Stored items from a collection

Start of Block

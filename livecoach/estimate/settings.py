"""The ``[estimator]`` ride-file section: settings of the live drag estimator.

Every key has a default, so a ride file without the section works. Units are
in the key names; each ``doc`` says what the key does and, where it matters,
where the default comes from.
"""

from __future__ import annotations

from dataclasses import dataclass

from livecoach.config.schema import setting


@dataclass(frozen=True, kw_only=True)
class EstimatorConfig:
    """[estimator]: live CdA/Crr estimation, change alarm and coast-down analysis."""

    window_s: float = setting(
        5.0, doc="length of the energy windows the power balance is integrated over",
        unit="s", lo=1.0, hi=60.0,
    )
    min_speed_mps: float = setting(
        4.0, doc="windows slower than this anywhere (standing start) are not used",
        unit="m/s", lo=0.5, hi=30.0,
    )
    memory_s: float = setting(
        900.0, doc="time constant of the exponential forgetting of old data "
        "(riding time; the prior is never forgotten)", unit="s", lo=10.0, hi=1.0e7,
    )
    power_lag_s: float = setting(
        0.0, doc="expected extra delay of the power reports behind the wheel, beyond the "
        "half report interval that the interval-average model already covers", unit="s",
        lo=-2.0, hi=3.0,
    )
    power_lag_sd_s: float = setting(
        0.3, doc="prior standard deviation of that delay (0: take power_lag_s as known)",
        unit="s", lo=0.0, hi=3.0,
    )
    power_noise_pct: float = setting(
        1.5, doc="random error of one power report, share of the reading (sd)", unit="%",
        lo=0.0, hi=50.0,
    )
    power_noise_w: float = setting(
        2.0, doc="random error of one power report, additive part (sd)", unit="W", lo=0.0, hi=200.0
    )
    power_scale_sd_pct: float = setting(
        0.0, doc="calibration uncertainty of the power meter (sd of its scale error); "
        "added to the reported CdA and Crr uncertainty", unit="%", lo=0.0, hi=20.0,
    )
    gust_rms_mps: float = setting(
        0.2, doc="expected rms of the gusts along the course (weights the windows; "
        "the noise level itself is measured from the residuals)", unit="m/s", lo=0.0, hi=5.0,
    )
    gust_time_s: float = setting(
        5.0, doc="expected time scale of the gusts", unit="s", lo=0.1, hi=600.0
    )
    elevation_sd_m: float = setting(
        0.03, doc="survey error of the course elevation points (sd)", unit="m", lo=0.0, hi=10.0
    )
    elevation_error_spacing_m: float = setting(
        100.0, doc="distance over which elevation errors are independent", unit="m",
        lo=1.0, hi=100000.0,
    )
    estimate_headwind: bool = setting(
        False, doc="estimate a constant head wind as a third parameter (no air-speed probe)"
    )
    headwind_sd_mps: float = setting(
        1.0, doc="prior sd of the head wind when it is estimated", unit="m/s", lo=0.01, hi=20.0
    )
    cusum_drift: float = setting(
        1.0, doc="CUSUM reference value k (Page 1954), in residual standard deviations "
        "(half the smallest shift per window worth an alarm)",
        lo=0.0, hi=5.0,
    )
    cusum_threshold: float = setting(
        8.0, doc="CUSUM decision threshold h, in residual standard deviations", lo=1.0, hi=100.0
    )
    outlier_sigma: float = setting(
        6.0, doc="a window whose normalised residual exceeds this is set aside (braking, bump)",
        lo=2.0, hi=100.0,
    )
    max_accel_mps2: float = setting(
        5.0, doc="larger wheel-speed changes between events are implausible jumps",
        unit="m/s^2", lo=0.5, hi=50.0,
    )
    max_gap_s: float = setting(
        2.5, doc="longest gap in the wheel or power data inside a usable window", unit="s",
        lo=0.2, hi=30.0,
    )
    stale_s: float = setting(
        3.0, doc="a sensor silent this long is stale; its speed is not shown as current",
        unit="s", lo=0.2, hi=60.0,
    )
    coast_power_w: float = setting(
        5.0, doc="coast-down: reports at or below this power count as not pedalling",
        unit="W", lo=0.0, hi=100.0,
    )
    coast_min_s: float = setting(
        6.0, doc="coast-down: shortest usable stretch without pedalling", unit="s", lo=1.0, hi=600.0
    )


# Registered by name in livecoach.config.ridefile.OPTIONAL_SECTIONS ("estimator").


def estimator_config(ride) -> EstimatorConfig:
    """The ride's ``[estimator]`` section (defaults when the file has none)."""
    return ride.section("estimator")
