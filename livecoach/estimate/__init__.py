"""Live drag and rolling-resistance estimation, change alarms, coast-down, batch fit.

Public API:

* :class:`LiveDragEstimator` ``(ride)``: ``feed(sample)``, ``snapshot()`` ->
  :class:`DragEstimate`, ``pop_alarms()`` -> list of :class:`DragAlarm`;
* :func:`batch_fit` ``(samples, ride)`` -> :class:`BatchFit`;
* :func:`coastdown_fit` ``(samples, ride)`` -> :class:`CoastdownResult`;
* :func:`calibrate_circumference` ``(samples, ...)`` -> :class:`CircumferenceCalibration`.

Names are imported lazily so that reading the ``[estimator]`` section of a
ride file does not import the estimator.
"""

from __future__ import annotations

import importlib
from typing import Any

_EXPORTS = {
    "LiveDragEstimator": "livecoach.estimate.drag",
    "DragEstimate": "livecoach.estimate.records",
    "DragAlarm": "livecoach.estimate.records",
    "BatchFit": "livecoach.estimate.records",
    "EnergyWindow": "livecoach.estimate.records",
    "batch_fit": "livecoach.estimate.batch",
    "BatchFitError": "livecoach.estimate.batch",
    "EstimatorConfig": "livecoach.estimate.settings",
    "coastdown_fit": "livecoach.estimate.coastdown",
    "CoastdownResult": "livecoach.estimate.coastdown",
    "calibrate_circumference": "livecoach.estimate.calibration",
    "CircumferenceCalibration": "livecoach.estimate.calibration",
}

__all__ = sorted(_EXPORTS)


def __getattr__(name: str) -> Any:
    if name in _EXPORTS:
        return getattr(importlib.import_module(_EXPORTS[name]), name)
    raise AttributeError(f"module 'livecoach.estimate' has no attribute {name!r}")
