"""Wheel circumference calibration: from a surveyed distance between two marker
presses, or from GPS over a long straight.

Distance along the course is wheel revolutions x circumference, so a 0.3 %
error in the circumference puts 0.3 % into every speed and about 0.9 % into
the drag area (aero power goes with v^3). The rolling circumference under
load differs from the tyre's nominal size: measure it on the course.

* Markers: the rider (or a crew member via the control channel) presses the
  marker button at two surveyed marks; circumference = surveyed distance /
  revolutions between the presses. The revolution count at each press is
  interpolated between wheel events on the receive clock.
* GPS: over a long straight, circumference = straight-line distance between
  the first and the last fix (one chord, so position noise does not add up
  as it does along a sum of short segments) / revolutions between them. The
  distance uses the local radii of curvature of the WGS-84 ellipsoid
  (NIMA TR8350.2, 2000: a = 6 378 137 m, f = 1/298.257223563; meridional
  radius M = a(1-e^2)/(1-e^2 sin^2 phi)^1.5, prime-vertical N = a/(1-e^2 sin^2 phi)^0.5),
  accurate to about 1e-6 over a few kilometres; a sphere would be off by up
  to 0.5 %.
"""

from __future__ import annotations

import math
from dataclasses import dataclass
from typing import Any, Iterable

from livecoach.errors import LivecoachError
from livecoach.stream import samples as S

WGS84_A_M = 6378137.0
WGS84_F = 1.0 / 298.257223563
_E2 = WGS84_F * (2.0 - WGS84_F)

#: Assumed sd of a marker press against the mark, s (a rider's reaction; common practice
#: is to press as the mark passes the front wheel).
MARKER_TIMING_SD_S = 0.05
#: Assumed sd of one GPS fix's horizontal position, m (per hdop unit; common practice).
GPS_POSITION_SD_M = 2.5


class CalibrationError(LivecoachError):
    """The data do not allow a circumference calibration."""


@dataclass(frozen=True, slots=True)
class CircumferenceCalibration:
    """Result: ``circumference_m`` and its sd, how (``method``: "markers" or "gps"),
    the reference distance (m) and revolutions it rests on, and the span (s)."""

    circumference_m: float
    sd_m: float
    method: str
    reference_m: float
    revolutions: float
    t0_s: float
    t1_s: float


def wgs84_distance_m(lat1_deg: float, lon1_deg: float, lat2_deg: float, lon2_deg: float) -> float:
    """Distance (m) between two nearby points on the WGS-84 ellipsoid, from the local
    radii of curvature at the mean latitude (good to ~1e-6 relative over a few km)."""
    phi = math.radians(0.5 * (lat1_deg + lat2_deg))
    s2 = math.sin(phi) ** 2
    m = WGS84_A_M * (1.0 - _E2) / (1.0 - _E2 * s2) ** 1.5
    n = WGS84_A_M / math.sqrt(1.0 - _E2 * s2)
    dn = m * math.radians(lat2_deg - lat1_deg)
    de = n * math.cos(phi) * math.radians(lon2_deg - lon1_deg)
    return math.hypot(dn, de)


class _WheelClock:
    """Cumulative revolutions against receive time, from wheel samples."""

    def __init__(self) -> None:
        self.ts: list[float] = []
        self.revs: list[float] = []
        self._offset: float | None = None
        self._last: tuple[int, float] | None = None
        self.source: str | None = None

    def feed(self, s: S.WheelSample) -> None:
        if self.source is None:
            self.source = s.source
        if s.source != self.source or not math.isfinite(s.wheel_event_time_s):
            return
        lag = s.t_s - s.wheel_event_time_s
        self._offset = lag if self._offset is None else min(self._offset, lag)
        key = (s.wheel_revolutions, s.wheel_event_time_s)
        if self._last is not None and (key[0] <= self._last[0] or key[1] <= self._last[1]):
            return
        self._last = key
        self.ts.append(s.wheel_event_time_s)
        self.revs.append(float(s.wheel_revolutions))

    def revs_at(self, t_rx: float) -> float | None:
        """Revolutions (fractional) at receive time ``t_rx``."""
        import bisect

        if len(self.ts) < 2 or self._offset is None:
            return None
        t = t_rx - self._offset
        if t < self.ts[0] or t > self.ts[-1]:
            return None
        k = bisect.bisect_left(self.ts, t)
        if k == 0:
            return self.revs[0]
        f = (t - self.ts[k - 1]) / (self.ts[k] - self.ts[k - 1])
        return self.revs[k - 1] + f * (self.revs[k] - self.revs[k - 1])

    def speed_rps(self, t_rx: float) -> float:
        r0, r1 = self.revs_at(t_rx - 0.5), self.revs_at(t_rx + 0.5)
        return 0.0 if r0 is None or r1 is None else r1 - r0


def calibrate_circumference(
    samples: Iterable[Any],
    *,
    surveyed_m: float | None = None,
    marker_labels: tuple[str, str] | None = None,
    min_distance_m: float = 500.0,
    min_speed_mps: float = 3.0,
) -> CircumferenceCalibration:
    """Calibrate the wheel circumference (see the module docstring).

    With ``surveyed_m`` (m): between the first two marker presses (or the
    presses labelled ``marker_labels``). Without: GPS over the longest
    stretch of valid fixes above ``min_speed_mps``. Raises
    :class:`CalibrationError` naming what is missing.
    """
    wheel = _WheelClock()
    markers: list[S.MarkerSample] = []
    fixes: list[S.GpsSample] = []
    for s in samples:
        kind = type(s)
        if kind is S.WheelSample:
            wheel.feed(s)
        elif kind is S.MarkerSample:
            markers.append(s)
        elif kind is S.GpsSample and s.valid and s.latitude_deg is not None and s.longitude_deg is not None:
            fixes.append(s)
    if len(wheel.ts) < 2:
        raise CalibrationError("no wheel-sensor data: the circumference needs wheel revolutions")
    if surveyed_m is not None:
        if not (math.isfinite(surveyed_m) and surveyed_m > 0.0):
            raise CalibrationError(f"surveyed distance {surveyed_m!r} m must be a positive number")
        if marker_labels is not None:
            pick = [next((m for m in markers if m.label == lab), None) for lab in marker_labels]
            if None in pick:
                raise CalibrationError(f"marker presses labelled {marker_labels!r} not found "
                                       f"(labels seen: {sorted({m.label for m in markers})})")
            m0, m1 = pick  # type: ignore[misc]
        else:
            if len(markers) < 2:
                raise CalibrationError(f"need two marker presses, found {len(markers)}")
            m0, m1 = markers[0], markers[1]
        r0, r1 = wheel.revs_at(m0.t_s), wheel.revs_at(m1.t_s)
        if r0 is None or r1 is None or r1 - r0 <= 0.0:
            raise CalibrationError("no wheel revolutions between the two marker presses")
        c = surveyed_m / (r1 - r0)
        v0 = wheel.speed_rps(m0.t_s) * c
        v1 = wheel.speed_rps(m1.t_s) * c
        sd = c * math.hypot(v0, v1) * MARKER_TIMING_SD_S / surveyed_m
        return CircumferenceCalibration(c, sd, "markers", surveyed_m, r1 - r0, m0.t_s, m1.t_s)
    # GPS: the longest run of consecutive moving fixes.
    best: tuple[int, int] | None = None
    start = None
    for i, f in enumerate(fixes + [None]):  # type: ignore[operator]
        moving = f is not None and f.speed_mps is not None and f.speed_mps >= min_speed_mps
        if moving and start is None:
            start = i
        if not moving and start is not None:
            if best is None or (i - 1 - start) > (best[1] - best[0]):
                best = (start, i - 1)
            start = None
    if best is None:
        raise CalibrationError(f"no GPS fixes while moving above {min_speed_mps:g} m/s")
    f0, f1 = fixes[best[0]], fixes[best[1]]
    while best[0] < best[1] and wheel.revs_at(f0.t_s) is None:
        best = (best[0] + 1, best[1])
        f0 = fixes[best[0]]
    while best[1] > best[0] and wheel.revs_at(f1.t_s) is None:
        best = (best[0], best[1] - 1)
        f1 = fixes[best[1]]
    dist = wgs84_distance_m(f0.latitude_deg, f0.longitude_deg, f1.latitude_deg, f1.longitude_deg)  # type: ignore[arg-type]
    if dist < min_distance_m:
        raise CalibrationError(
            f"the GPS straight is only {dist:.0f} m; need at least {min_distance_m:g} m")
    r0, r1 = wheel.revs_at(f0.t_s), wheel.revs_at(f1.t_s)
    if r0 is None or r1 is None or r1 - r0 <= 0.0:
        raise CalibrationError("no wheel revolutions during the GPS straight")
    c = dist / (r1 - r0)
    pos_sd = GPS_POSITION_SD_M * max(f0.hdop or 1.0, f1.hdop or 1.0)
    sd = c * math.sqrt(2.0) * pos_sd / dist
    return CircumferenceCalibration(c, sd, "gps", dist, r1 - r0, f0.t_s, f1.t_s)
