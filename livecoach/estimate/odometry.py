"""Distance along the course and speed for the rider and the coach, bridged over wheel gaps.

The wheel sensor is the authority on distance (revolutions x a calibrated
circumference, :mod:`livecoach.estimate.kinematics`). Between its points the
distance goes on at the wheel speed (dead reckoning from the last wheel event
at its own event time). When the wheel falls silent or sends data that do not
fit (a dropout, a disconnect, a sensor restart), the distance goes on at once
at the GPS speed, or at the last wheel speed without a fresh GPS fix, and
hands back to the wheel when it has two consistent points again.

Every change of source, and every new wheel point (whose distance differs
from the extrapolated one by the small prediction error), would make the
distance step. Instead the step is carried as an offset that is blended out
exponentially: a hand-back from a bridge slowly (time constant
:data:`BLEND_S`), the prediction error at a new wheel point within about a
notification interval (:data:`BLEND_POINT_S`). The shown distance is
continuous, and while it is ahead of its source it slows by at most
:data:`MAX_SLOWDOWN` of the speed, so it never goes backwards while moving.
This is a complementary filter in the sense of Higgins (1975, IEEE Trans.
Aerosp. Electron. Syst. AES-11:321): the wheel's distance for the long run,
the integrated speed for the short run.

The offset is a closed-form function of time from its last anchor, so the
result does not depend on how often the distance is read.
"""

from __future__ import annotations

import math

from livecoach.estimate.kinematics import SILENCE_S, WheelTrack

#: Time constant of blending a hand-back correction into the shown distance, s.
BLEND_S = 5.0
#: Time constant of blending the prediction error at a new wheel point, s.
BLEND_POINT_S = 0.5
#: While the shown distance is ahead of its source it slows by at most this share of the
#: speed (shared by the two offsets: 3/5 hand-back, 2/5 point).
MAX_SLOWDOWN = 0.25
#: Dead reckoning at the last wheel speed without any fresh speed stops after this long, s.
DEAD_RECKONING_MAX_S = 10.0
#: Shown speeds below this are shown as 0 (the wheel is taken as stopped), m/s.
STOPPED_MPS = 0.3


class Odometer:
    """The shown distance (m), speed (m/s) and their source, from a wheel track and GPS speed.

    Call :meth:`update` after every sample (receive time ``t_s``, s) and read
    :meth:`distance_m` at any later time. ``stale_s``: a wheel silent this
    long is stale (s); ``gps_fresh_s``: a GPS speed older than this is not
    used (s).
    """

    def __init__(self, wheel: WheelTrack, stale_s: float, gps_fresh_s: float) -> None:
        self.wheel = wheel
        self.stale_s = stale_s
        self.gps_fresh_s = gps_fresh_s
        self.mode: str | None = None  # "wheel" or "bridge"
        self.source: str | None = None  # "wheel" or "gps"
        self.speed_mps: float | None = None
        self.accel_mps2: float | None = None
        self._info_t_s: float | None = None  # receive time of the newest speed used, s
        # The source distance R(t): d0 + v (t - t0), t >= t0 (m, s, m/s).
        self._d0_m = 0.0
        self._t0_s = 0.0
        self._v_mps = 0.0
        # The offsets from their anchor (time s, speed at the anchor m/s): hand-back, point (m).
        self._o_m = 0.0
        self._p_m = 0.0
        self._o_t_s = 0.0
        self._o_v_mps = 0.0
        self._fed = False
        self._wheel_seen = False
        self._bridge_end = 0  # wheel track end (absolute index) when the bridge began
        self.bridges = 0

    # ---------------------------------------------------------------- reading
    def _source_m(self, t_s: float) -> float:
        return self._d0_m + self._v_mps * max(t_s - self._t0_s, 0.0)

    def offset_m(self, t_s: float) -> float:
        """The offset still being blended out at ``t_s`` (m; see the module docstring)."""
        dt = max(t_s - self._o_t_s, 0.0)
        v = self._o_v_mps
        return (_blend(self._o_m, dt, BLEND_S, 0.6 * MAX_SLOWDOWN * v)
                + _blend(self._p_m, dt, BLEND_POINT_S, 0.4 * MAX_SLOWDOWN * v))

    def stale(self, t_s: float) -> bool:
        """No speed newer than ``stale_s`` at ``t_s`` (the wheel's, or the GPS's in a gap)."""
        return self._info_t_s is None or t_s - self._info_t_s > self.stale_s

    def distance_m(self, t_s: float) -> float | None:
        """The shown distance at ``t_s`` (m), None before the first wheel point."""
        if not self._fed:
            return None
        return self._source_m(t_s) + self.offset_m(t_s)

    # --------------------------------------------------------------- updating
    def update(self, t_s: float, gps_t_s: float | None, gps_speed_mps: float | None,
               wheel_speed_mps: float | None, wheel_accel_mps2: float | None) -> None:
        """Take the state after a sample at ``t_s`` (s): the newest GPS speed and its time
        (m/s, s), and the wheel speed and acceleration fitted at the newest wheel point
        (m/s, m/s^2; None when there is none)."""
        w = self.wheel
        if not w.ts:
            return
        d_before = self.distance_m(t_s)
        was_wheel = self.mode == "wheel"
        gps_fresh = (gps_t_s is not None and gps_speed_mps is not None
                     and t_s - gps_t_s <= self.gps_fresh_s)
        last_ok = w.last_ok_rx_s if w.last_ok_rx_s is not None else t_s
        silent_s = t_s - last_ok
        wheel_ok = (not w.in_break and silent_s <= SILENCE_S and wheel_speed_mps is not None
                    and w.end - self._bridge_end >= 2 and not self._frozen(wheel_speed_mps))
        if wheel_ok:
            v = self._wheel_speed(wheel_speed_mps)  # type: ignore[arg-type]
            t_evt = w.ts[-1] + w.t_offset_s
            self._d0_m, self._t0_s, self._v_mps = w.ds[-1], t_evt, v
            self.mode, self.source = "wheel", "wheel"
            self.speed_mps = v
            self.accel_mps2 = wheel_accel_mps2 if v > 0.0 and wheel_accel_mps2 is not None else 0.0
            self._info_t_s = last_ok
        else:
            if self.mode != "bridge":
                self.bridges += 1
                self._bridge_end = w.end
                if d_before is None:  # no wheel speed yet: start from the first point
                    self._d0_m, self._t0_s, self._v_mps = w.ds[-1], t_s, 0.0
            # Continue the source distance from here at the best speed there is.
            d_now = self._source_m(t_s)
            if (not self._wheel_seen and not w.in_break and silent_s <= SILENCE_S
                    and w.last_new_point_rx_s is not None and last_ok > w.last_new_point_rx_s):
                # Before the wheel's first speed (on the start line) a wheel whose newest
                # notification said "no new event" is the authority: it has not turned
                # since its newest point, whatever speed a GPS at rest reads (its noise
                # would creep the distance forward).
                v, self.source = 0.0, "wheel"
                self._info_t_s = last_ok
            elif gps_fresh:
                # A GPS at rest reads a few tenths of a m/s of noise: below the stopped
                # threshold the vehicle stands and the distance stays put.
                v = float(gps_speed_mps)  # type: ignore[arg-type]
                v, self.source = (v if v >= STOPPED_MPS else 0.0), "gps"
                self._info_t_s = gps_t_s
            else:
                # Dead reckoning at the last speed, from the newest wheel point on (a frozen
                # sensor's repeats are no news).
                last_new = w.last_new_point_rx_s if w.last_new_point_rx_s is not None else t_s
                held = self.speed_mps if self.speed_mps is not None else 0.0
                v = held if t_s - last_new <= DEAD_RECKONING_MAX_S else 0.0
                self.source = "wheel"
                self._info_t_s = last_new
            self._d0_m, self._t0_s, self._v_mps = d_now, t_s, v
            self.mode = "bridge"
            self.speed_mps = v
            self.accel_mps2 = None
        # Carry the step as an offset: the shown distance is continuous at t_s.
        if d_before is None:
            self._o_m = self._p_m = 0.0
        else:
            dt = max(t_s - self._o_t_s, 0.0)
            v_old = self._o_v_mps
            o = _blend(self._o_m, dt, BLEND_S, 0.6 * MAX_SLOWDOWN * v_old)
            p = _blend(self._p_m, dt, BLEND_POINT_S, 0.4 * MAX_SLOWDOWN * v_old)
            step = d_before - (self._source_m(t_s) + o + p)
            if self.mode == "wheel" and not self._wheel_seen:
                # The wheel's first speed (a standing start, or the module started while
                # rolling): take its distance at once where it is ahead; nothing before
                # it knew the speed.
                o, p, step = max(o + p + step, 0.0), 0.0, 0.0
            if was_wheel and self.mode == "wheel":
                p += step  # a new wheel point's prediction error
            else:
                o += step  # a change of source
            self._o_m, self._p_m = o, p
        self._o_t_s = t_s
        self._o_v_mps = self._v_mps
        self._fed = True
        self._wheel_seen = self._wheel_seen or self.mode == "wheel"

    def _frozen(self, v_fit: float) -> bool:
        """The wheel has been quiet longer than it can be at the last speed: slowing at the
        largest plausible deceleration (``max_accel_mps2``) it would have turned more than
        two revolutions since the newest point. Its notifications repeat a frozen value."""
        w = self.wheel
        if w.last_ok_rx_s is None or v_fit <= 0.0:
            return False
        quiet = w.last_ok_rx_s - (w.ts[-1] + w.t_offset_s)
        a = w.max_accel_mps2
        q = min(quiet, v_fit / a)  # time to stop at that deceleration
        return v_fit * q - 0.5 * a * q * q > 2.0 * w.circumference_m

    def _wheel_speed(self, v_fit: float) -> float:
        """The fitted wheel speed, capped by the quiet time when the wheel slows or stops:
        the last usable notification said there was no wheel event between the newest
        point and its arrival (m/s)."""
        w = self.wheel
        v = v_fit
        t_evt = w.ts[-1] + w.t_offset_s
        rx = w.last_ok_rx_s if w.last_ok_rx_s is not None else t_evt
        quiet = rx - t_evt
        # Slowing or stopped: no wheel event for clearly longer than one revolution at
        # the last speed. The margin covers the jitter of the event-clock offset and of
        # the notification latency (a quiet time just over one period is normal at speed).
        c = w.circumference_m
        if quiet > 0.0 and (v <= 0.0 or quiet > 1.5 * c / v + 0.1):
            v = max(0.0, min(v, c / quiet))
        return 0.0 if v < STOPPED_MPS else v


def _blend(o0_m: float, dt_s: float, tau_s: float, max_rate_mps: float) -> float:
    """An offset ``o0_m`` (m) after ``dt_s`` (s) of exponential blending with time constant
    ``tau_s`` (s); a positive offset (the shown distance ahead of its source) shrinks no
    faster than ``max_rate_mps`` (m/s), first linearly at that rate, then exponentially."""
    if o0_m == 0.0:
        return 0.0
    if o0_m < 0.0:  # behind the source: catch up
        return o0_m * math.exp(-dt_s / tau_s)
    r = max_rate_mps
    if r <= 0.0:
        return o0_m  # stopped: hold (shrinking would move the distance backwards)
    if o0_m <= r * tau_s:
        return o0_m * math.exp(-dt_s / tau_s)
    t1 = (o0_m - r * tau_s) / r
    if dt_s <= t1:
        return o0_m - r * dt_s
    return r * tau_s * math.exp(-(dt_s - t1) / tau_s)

End of Block

__Task statement__. Only the lines that contain the string "standing" are to be copied from the records.

__Solution below__.
        4.0, doc="windows slower than this anywhere (standing start) are not used",
                # The wheel's first speed (a standing start, or the module started while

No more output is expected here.